I have a network status, CPU and RAM monitors (with a drop-down menu showing what’s using the most resources - I check these constantly when things are running slow to see what the culprit is), and a better battery monitor, these come from iStat Menus. Apparently I’m on version 3, which IIRC was free, and version 4 is now $16. I do use it all the time but not sure I’d bother paying for it on a new computer… there are a million other features you get for that $16 that I don’t actually use myself.
That’s horrifying.
I get twitchy when I have more than 2 icons up there.
And Spotlight does everything I need it to, and it’s nice to get good functionality out of a computer without having to scour the internet for someone’s theory on how to make it “better.”
Bartender is awesome. worth the cost, by far.
This post only cost me $15.00 for Divvy which replaced Spectacle…
+1 for Bartender - well worth the cost
+1 for f.lux
I’d also add
I get twitchy when I have more than 2 icons up there.
Anything that makes me feel like I’m turning into Steve Wozniak, gods bless him, scares me a little bit.
+2 for Quicksilver. A co-worker turned me on to it a few years ago, and it’s infiltrated my life to the extend that I automatically try to open it on any computer that is in front of me (which is a lot, sometimes, since I help out our helpdesk).
+2 for f.lux.
Holy crap, and that is his travel backpack?
Ah yes, mock shock. As if you’ve never seen this picture before.

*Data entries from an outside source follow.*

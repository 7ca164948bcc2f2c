import * as fc from 'fast-check'
import { describe, expect, it } from 'vitest'
import { makePlane, normalLongitude, straightDistance } from '~/track/plane'
import { evenly } from '../../tests/support/arbitraries'

const middles = fc.tuple(fc.double({ min: -180, max: 180, noNaN: true }), fc.double({ min: -60, max: 70, noNaN: true }))
const places = fc.record({
  x: evenly(-20_000, 20_000),
  y: evenly(-20_000, 20_000),
})

describe('the tangent plane', () => {
  it('leads from metres to degrees and back to the same metres, anywhere from 60° S to 70° N', () => {
    fc.assert(
      fc.property(middles, places, (middle, place) => {
        const plane = makePlane([middle])
        const back = plane.toPlane(plane.toLngLat(place))
        expect(Math.hypot(back.x - place.x, back.y - place.y)).toBeLessThan(1e-6)
      }),
    )
  })

  it('leads from degrees to metres and back to the same degrees within a billionth', () => {
    fc.assert(
      fc.property(middles, evenly(-0.2, 0.2), ([longitude, latitude], aside) => {
        const plane = makePlane([[longitude, latitude]])
        const position = [normalLongitude(longitude + aside), latitude - aside / 3] as const
        const back = plane.toLngLat(plane.toPlane(position))
        expect(Math.abs(normalLongitude(back[0] - position[0]))).toBeLessThan(1e-9)
        expect(Math.abs(back[1] - position[1])).toBeLessThan(1e-9)
      }),
    )
  })

  it('has its zero at the middle of the bounding box, x to the east and y to the north', () => {
    const plane = makePlane([
      [7, 50],
      [7.02, 50.01],
    ])
    expect(plane.toLngLat({ x: 0, y: 0 })[0]).toBeCloseTo(7.01, 12)
    expect(plane.toLngLat({ x: 0, y: 0 })[1]).toBeCloseTo(50.005, 12)
    expect(plane.toPlane([7.02, 50.005]).x).toBeGreaterThan(700)
    expect(plane.toPlane([7.01, 50.01]).y).toBeGreaterThan(500)
  })

  it('takes the short way across 180° of longitude', () => {
    const plane = makePlane([
      [179.99, -17],
      [-179.97, -17.01],
    ])
    expect(plane.toLngLat({ x: 0, y: 0 })[0]).toBeCloseTo(-179.99, 12)
    expect(plane.toPlane([179.99, -17]).x).toBeCloseTo(-plane.toPlane([-179.97, -17]).x, 6)
    expect(Math.abs(plane.toPlane([179.99, -17]).x)).toBeLessThan(3000)
  })

  it('says how far true north leans away from the y axis: west of it on the eastern side of the northern half', () => {
    const plane = makePlane([[10, 60]])
    expect(plane.northAt([10, 60.05])).toBeCloseTo(0, 12)
    // Convergence of the meridians: Δλ·sin φ to first order (derived).
    expect(plane.northAt([10.1, 60])).toBeCloseTo(-0.1 * Math.sin(Math.PI / 3), 4)
    expect(makePlane([[10, -40]]).northAt([10.1, -40])).toBeCloseTo(0.1 * Math.sin((40 * Math.PI) / 180), 4)
  })

  it('refuses to be made of nothing', () => {
    expect(() => makePlane([])).toThrow(RangeError)
  })
})

describe('the straight distance', () => {
  it('is the same both ways, nothing between a position and itself, and takes the short way across 180°', () => {
    expect(straightDistance([1, 2], [1.3, 2.2])).toBe(straightDistance([1.3, 2.2], [1, 2]))
    expect(straightDistance([5, 6], [5, 6])).toBe(0)
    expect(straightDistance([179.999, 10], [-179.998, 10])).toBeCloseTo(straightDistance([0.001, 10], [0.004, 10]), 6)
  })
})
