import * as fc from 'fast-check'
import { describe, expect, it } from 'vitest'
import { makeCentreline, roadDistance, signedGap } from '~/track/centreline'
import { cornerStretches, type ProposedCorner, proposeCorners, proposeCornersInFrame } from '~/track/corners'
import { frameAsDrawn, makeFrame } from '~/track/layout-frame'
import { along, metres, type Station, station } from '~/track/units'
import {
  evenPoints,
  figureEight,
  nineCorners,
  noisy,
  outAndBack,
  type Point,
  type Ring,
  roundedRing,
  sparsePoints,
  toPositions,
} from '../../tests/support/circuits'

const lineOf = (points: readonly Point[]) => makeCentreline(toPositions(points))

/** Compares proposals with the ring's own corners one by one: a sampled line is a little shorter, so places are scaled. */
function expectCorners(points: readonly Point[], ring: Ring, reach: { apex: number; turn: number; radius: number }) {
  const line = lineOf(points)
  const found = proposeCorners(line)
  expect(found.map((corner) => corner.direction)).toEqual(
    ring.corners.map((corner) => (corner.turn > 0 ? 'left' : 'right')),
  )
  const scale = line.length / ring.length
  found.forEach((corner, i) => {
    const truth = ring.corners[i]!
    expect(Math.abs(signedGap(line, station(truth.apex * scale), corner.apex))).toBeLessThan(reach.apex)
    expect(Math.abs(corner.turnDegrees - Math.abs(truth.turn))).toBeLessThan(reach.turn)
    expect(Math.abs(corner.leastRadius / truth.radius - 1)).toBeLessThan(reach.radius)
  })
}

describe('corners proposed', () => {
  it('are those of the road on a closely drawn line: apex within 3 m, turn within 3°, radius within 3 %', () => {
    expectCorners(evenPoints(nineCorners, 2), nineCorners, { apex: 3, turn: 3, radius: 0.03 })
    expectCorners(evenPoints(nineCorners, 5), nineCorners, { apex: 4, turn: 3, radius: 0.04 })
  })

  it('are those of the road on sparse lines whose straights are single segments', () => {
    for (const seed of [1, 2, 3, 4, 5, 6]) {
      expectCorners(sparsePoints(nineCorners, seed), nineCorners, { apex: 12, turn: 6, radius: 0.45 })
    }
  })

  it('are those of the road on lines with 1 m of noise, one corner more or less', () => {
    for (const seed of [1, 2, 3, 4, 5, 6]) {
      for (const points of [sparsePoints(nineCorners, seed), evenPoints(nineCorners, 9), evenPoints(nineCorners, 3)]) {
        const line = lineOf(noisy(points, 1, seed + 50))
        const found = proposeCorners(line)
        expect(Math.abs(found.length - 9)).toBeLessThanOrEqual(1)
        const scale = line.length / nineCorners.length
        for (const truth of nineCorners.corners) {
          const near = found.filter((c) => Math.abs(signedGap(line, station(truth.apex * scale), c.apex)) < 50)
          expect(near.map((corner) => corner.direction)).toContain(truth.turn > 0 ? 'left' : 'right')
        }
      }
    }
  })

  it('are found on a circuit that crosses itself, two to the left and two to the right', () => {
    expectCorners(evenPoints(figureEight, 4), figureEight, { apex: 3, turn: 3, radius: 0.02 })
  })

  it('begin and end within 12 m of the arc on a closely drawn line', () => {
    const line = lineOf(evenPoints(nineCorners, 2))
    proposeCorners(line).forEach((corner, i) => {
      expect(Math.abs(signedGap(line, station(nineCorners.corners[i]!.from), corner.entry))).toBeLessThan(12)
      expect(Math.abs(signedGap(line, station(nineCorners.corners[i]!.until), corner.exit))).toBeLessThan(12)
    })
  })

  it('take a hairpin of two close arcs as one corner and a chicane as two', () => {
    expect(proposeCorners(lineOf(evenPoints(outAndBack, 3)))).toHaveLength(2)
    const chicane = roundedRing([
      [0, 0, 70],
      [300, 0, 40],
      [360, 40, 40],
      [700, 40, 80],
      [700, 500, 90],
      [0, 500, 60],
    ])
    const directions = proposeCorners(lineOf(evenPoints(chicane, 4))).map((corner) => corner.direction)
    expect(directions).toEqual(['left', 'left', 'right', 'left', 'left', 'left'])
  })

  it('are two where the road opens between two tight parts of the same hand', () => {
    const double = roundedRing([
      [0, 0, 60],
      [500, 0, 50],
      [560, 110, 45],
      [540, 420, 80],
      [0, 400, 70],
    ])
    expect(proposeCorners(lineOf(evenPoints(double, 3)))).toHaveLength(5)
  })

  it('leave out bends wider than 400 m and kinks under 20°', () => {
    const gentle = roundedRing([
      [0, 0, 80],
      [700, 0, 90],
      [770, 300, 600],
      [700, 600, 100],
      [350, 560, 60],
      [0, 600, 70],
    ])
    const found = proposeCorners(lineOf(evenPoints(gentle, 4)))
    expect(found.map((corner) => Math.round(corner.turnDegrees / 10))).not.toContain(1)
    expect(found).toHaveLength(4)
  })

  it('stay the same, turned round, when the line is drawn the other way', () => {
    const points = sparsePoints(nineCorners, 8)
    const line = lineOf(points)
    const turned = lineOf([points[0]!, ...points.slice(1).reverse()])
    const mirrored = proposeCorners(turned).reverse()
    proposeCorners(line).forEach((corner, i) => {
      expect(mirrored[i]!.direction).not.toBe(corner.direction)
      expect(Math.abs(signedGap(line, corner.apex, station(line.length - mirrored[i]!.apex)))).toBeLessThan(5)
      expect(mirrored[i]!.turnDegrees).toBeCloseTo(corner.turnDegrees, 0)
    })
  })

  it('are found wherever the first position lies, one across the start line too', () => {
    const points = evenPoints(nineCorners, 4)
    fc.assert(
      fc.property(fc.nat({ max: points.length - 1 }), (k) => {
        expect(proposeCorners(lineOf([...points.slice(k), ...points.slice(0, k)]))).toHaveLength(9)
      }),
      { numRuns: 20 },
    )
  })

  it('are one on a ring that bends one way all round, and none on one too wide', () => {
    const circle = (radius: number) =>
      Array.from({ length: 200 }, (_, k): Point => [radius * Math.cos(k * 0.0314159), radius * Math.sin(k * 0.0314159)])
    expect(proposeCorners(lineOf(circle(100)))).toHaveLength(1)
    expect(proposeCorners(lineOf(circle(500)))).toEqual([])
  })
})

describe('corners in a layout', () => {
  const line = lineOf(evenPoints(nineCorners, 4))
  const drawn = proposeCorners(line)

  it('keep their places on the ground when the start line moves or the direction turns', () => {
    fc.assert(
      fc.property(fc.integer({ min: 0, max: 999 }), fc.boolean(), (thousandth, reversed) => {
        const frame = makeFrame(line, { startAlong: along((thousandth / 1000) * line.length), reversed })
        const found = proposeCornersInFrame(frame)
        const places = (corner: ProposedCorner) =>
          [corner.entry, corner.apex, corner.exit].map((s): number => frame.toAlong(s))
        const expected = drawn.map((c) => (reversed ? [c.exit, c.apex, c.entry] : [c.entry, c.apex, c.exit]))
        expect(found).toHaveLength(expected.length)
        for (const corner of found) {
          const [entry, apex, exit] = places(corner) as [number, number, number]
          const match = expected.find((places) => Math.abs(places[1]! - apex) < 1e-6)
          expect(match?.[0]).toBeCloseTo(entry, 6)
          expect(match?.[2]).toBeCloseTo(exit, 6)
        }
        expect(found.map((corner) => corner.apex)).toEqual(found.map((corner) => corner.apex).sort((a, b) => a - b))
      }),
      { numRuns: 20 },
    )
  })

  it('turn to the other hand in the other direction', () => {
    const hands = (corners: ProposedCorner[]) => corners.map((corner) => corner.direction)
    const backward = makeFrame(line, { startAlong: along(0), reversed: true })
    const other = { left: 'right', right: 'left' }
    expect(hands(proposeCornersInFrame(backward)).reverse()).toEqual(hands(drawn).map((hand) => other[hand]))
    expect(proposeCornersInFrame(frameAsDrawn(line))).toEqual(drawn)
  })
})

describe("corners' stretches", () => {
  it('begin where the corner before ends and cover the lap once', () => {
    const line = lineOf(evenPoints(nineCorners, 4))
    const corners = proposeCorners(line)
    const stretches = cornerStretches(corners)
    expect(stretches[0]!.from).toBe(corners.at(-1)!.exit)
    stretches.forEach((stretch, i) => {
      expect(stretch.until).toBe(corners[i]!.exit)
      expect(stretch.from).toBe(corners.at(i - 1)!.exit)
    })
    const covered = stretches.reduce((sum, { from, until }) => sum + roadDistance(line, from, until), 0)
    expect(covered).toBeCloseTo(line.length, 6)
  })

  it('are the whole lap for a single corner and none for none', () => {
    const exit: Station = station(metres(321))
    expect(cornerStretches([{ exit }])).toEqual([{ from: exit, until: exit }])
    expect(cornerStretches([])).toEqual([])
  })
})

I never said it was his travel backpack.
Gotcha! You Wozniak groupie!
I am going to blow your mind here…but rather then have multiple menu bar rows ugghhh, why not be able to rearrange and group your menu bar items by function, and hide the ones you don’t regularly use, yet be able to expand and use the hidden ones any time? Fully managable and functional menu bar control. Sound too good to be true? It isn’t, welcome to MenuBar ReArranger 2. You can even drag and drop resort the items with the free Barroom addon.
Rearrange, group, hide, show menu bar items:
http://www.seense.com/mbra/
(I am not affiliated with the above company, just a long time user.)
I recommend the following apps:
AppTamer, PopClip, GasMask, MAMP Pro, ShellTo, ColorChooser, Little Snitch, Transmit, OnePass, The Clock, Alfred, TextExpander, TotalFinder, Caffine, DropBox, NewDoc, Cobook, Inklet, Growl, Skype, IP in Menu Bar, and i’m probably missing a few.
I find ClipMenu indispensable, for high efficiency cutting / copying and pasting. Also, if for example, you have multiple Social Media accounts and use more than one browser to help manage, Choosy is a great app to handle that. Every time you click on an email link, for example, you get to pick which browser it’ll open in.
I used to use Google Drive, now I use Docs on the web so I don’t have Drive cluttering my menu bar. For file syncing on all my devices I’m using BitTorrent Sync.
I use Bartender too! Not to have a second row of menu bar items… but to be able to hide most of them.
It lets me go from this
to this:
by just clicking that star. Nothing but the stuff I care the most about when I’m out and about trying to get some work done: the current time, my battery status, and a quick way to see what program I’ve been in lately.
Instead of knowing the name of all the apps I would be far more interested in the reasoning of having them in the menu bar… For example, what is the benefit of having Tweetbot using up space if you could just keeping it in the dock?